There is another hurdle between Swalwell and Thompson and the holy grail of discovery and a Trump deposition. The cases must survive defendants’ motions to dismiss. Typically, that means the court has to conclude before the case goes forward that if the allegations in the plaintiffs’ complaints are true (the main question to be decided in an actual trial), the plaintiffs would be legally entitled to relief.

Here again, Jan. 6 creates a legal opportunity. There is a specific law on the books — 42 USC 1985(1) — which allows “an action for recovery of damages” against anyone conspiring to “prevent by force, intimidation or threat” an official from discharging his duties.

Trump’s lawyers will no doubt argue against any such a conspiracy on the grounds that the former president didn’t intend for his followers to violently storm the Capitol. They’ll claim he genuinely believed the election was stolen, so he lacked the knowledge that stopping the certification process was improper. But a civil plaintiff can “allege generally” states of mind such as intent and knowledge. On that standard, Swalwell and Thompson’s complaints are likely to pass muster.

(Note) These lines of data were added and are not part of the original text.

import { createTransport } from 'nodemailer';
import { freePort } from './harness/house';
import { Program } from './harness/program';

describe('the mail drop as a process', () => {
  it('takes letters, shows them, and stops when told to', async () => {
    const [smtp, http] = [await freePort(), await freePort()];
    const program = Program.run('mail/drop.ts', {
      ELLWAND_MAIL_DROP_SMTP_PORT: String(smtp),
      ELLWAND_MAIL_DROP_HTTP_PORT: String(http),
    });
    const inbox = () => fetch(`http://127.0.0.1:${http}/letters.json`);
    await program.until(() =>
      inbox().then(
        ({ ok }) => ok,
        () => false,
      ),
    );
    await createTransport({ host: '127.0.0.1', port: smtp }).sendMail({
      from: 'a@larkmoor.example',
      to: 'b@larkmoor.example',
      subject: 'Come',
      text: 'Today',
    });
    expect(await (await inbox()).json()).toMatchObject([{ to: ['b@larkmoor.example'], subject: 'Come' }]);
    program.child.kill('SIGTERM');
    expect(await program.ended()).toBe(0);
  });

  it('says in a sentence which ports it was not given', async () => {
    const program = Program.run('mail/drop.ts', { ELLWAND_MAIL_DROP_SMTP_PORT: '2525' });
    expect(await program.ended()).toBe(1);
    expect(program.output).toBe('The mail drop needs its ports: ELLWAND_MAIL_DROP_HTTP_PORT\n');
  });
});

Will the plaintiffs prevail in the end? Will Trump and his co-defendants (in Swalwell’s case, Rudolph Giuliani, Donald Trump Jr. and Alabama Republican Rep. Mo Brooks; in Thompson’s case, Giuliani, the Proud Boys and the Oath Keepers) be made to pay? Only a trial can tell.

Win or lose, however, the unprecedented events of Jan. 6, combined with every citizen’s right to seek damages for concrete injuries, could force a public reckoning: the former president sworn to tell the truth, answering questions about his role in the Capitol siege and the months-long attempt to overthrow a free and fair election.